Saved data entries:
Content starts
import { limits } from './rules.ts';
import type { StockedResistor } from './shelf.ts';

/**
 * Every timing resistance the catalogue can form: one resistor, or two in series or in parallel.
 * Sorted by ohms; parallel arrays of one length. `second` is −1 for a single resistor, `parallel` 1
 * for a parallel pair. Indices point into `resistors`.
 */
export interface Composites {
  resistors: readonly StockedResistor[];
  ohms: Float64Array;
  first: Int32Array;
  second: Int32Array;
  parallel: Uint8Array;
}

/** All composites, and the same with fewer parts or tighter ones: what the ranks look through. */
export interface TimingTables {
  all: Composites;
  singles: Composites;
  /** Of parts of 1 % or better. */
  good: Composites;
  /** Of parts of 0.1 % or better. */
  precise: Composites;
}

/** Forms the tables that `findPacks` looks through; see `formComposites`. */
export function formTimingTables(resistors: readonly StockedResistor[]): TimingTables {
  const all = formComposites(resistors);
  const within = (tolerance: number) => (index: number) => {
    const second = all.second[index]!;
    const other = second < 0 ? 0 : resistors[second]!.tolerance;
    return Math.max(resistors[all.first[index]!]!.tolerance, other) <= tolerance * (1 + 1e-9);
  };
  return {
    all,
    singles: pickComposites(all, (index) => all.second[index]! < 0),
    good: pickComposites(all, within(limits.thresholdTolerance)),
    precise: pickComposites(all, within(limits.preciseTolerance)),
  };
}

/** The same tables over the same resistors with other quantities in stock. */
export function restock(tables: TimingTables, resistors: readonly StockedResistor[]): TimingTables {
  return {
    all: { ...tables.all, resistors },
    singles: { ...tables.singles, resistors },
    good: { ...tables.good, resistors },
    precise: { ...tables.precise, resistors },
  };
}

function pickComposites(from: Composites, wanted: (index: number) => boolean): Composites {
  const kept: number[] = [];
  for (let k = 0; k < from.ohms.length; k += 1) if (wanted(k)) kept.push(k);
  return {
    resistors: from.resistors,
    ohms: Float64Array.from(kept, (k) => from.ohms[k]!),
    first: Int32Array.from(kept, (k) => from.first[k]!),
    second: Int32Array.from(kept, (k) => from.second[k]!),
    parallel: Uint8Array.from(kept, (k) => from.parallel[k]!),
  };
}

/**
 * Forms and sorts all composites between the limits of timing resistance. Stock is not looked at, so
 * the table stays good while quantities change: n resistors give at most n + n(n+1) entries, 13
 * bytes each plus 12 for sorting, 4 MB for 400 resistors.
 */
export function formComposites(resistors: readonly StockedResistor[]): Composites {
  const n = resistors.length;
  const capacity = n + n * (n + 1);
  const ohms = new Float64Array(capacity);
  const packed = new Int32Array(capacity * 2);
  let count = 0;
  const add = (value: number, first: number, second: number, parallel: number) => {
    if (value < limits.minTimingOhms || value > limits.maxTimingOhms) return;
    ohms[count] = value;
    packed[2 * count] = first;
    packed[2 * count + 1] = second * 2 + parallel;
    count += 1;
  };
  for (let i = 0; i < n; i += 1) {
    const a = resistors[i]!.ohms;
    add(a, i, -1, 0);
    for (let j = i; j < n; j += 1) {
      const b = resistors[j]!.ohms;
      add(a + b, i, j, 0);
      add((a * b) / (a + b), i, j, 1);
    }
  }
  return sortComposites(resistors, ohms.subarray(0, count), packed);
}

function sortComposites(
  resistors: readonly StockedResistor[],
  ohms: Float64Array,
  packed: Int32Array,
): Composites {
  const order = Uint32Array.from({ length: ohms.length }, (_, k) => k);
  order.sort((a, b) => ohms[a]! - ohms[b]! || a - b);
  const sorted: Composites = {
    resistors,
    ohms: new Float64Array(ohms.length),
    first: new Int32Array(ohms.length),
    second: new Int32Array(ohms.length),
    parallel: new Uint8Array(ohms.length),
  };
  order.forEach((from, to) => {
    const tail = packed[2 * from + 1]!;
    sorted.ohms[to] = ohms[from]!;
    sorted.first[to] = packed[2 * from]!;
    sorted.second[to] = tail < 0 ? -1 : tail >> 1;
    sorted.parallel[to] = tail < 0 ? 0 : tail & 1;
  });
  return sorted;
}

/** Index of the first composite not below `wantedOhms`; the length when all are below. */
export function firstNotBelow(composites: Composites, wantedOhms: number): number {
  let low = 0;
  let high = composites.ohms.length;
  while (low < high) {
    const middle = (low + high) >> 1;
    if (composites.ohms[middle]! < wantedOhms) low = middle + 1;
    else high = middle;
  }
  return low;
}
Content ends
TASK ITEM >> Repeat the data in its entirety, character for character.

THE ANSWER >>
import { limits } from './rules.ts';
import type { StockedResistor } from './shelf.ts';

/**
 * Every timing resistance the catalogue can form: one resistor, or two in series or in parallel.
 * Sorted by ohms; parallel arrays of one length. `second` is −1 for a single resistor, `parallel` 1
 * for a parallel pair. Indices point into `resistors`.
 */
export interface Composites {
  resistors: readonly StockedResistor[];
  ohms: Float64Array;
  first: Int32Array;
  second: Int32Array;
  parallel: Uint8Array;
}

/** All composites, and the same with fewer parts or tighter ones: what the ranks look through. */
export interface TimingTables {
  all: Composites;
  singles: Composites;
  /** Of parts of 1 % or better. */
  good: Composites;
  /** Of parts of 0.1 % or better. */
  precise: Composites;
}

/** Forms the tables that `findPacks` looks through; see `formComposites`. */
export function formTimingTables(resistors: readonly StockedResistor[]): TimingTables {
  const all = formComposites(resistors);
  const within = (tolerance: number) => (index: number) => {
    const second = all.second[index]!;
    const other = second < 0 ? 0 : resistors[second]!.tolerance;
    return Math.max(resistors[all.first[index]!]!.tolerance, other) <= tolerance * (1 + 1e-9);
  };
  return {
    all,
    singles: pickComposites(all, (index) => all.second[index]! < 0),
    good: pickComposites(all, within(limits.thresholdTolerance)),
    precise: pickComposites(all, within(limits.preciseTolerance)),
  };
}

/** The same tables over the same resistors with other quantities in stock. */
export function restock(tables: TimingTables, resistors: readonly StockedResistor[]): TimingTables {
  return {
    all: { ...tables.all, resistors },
    singles: { ...tables.singles, resistors },
    good: { ...tables.good, resistors },
    precise: { ...tables.precise, resistors },
  };
}

function pickComposites(from: Composites, wanted: (index: number) => boolean): Composites {
  const kept: number[] = [];
  for (let k = 0; k < from.ohms.length; k += 1) if (wanted(k)) kept.push(k);
  return {
    resistors: from.resistors,
    ohms: Float64Array.from(kept, (k) => from.ohms[k]!),
    first: Int32Array.from(kept, (k) => from.first[k]!),
    second: Int32Array.from(kept, (k) => from.second[k]!),
    parallel: Uint8Array.from(kept, (k) => from.parallel[k]!),
  };
}

/**
 * Forms and sorts all composites between the limits of timing resistance. Stock is not looked at, so
 * the table stays good while quantities change: n resistors give at most n + n(n+1) entries, 13
 * bytes each plus 12 for sorting, 4 MB for 400 resistors.
 */
export function formComposites(resistors: readonly StockedResistor[]): Composites {
  const n = resistors.length;
  const capacity = n + n * (n + 1);
  const ohms = new Float64Array(capacity);
  const packed = new Int32Array(capacity * 2);
  let count = 0;
  const add = (value: number, first: number, second: number, parallel: number) => {
    if (value < limits.minTimingOhms || value > limits.maxTimingOhms) return;
    ohms[count] = value;
    packed[2 * count] = first;
    packed[2 * count + 1] = second * 2 + parallel;
    count += 1;
  };
  for (let i = 0; i < n; i += 1) {
    const a = resistors[i]!.ohms;
    add(a, i, -1, 0);
    for (let j = i; j < n; j += 1) {
      const b = resistors[j]!.ohms;
      add(a + b, i, j, 0);
      add((a * b) / (a + b), i, j, 1);
    }
  }
  return sortComposites(resistors, ohms.subarray(0, count), packed);
}

function sortComposites(
  resistors: readonly StockedResistor[],
  ohms: Float64Array,
  packed: Int32Array,
): Composites {
  const order = Uint32Array.from({ length: ohms.length }, (_, k) => k);
  order.sort((a, b) => ohms[a]! - ohms[b]! || a - b);
  const sorted: Composites = {
    resistors,
    ohms: new Float64Array(ohms.length),
    first: new Int32Array(ohms.length),
    second: new Int32Array(ohms.length),
    parallel: new Uint8Array(ohms.length),
  };
  order.forEach((from, to) => {
    const tail = packed[2 * from + 1]!;
    sorted.ohms[to] = ohms[from]!;
    sorted.first[to] = packed[2 * from]!;
    sorted.second[to] = tail < 0 ? -1 : tail >> 1;
    sorted.parallel[to] = tail < 0 ? 0 : tail & 1;
  });
  return sorted;
}

/** Index of the first composite not below `wantedOhms`; the length when all are below. */
export function firstNotBelow(composites: Composites, wantedOhms: number): number {
  let low = 0;
  let high = composites.ohms.length;
  while (low < high) {
    const middle = (low + high) >> 1;
    if (composites.ohms[middle]! < wantedOhms) low = middle + 1;
    else high = middle;
  }
  return low;
}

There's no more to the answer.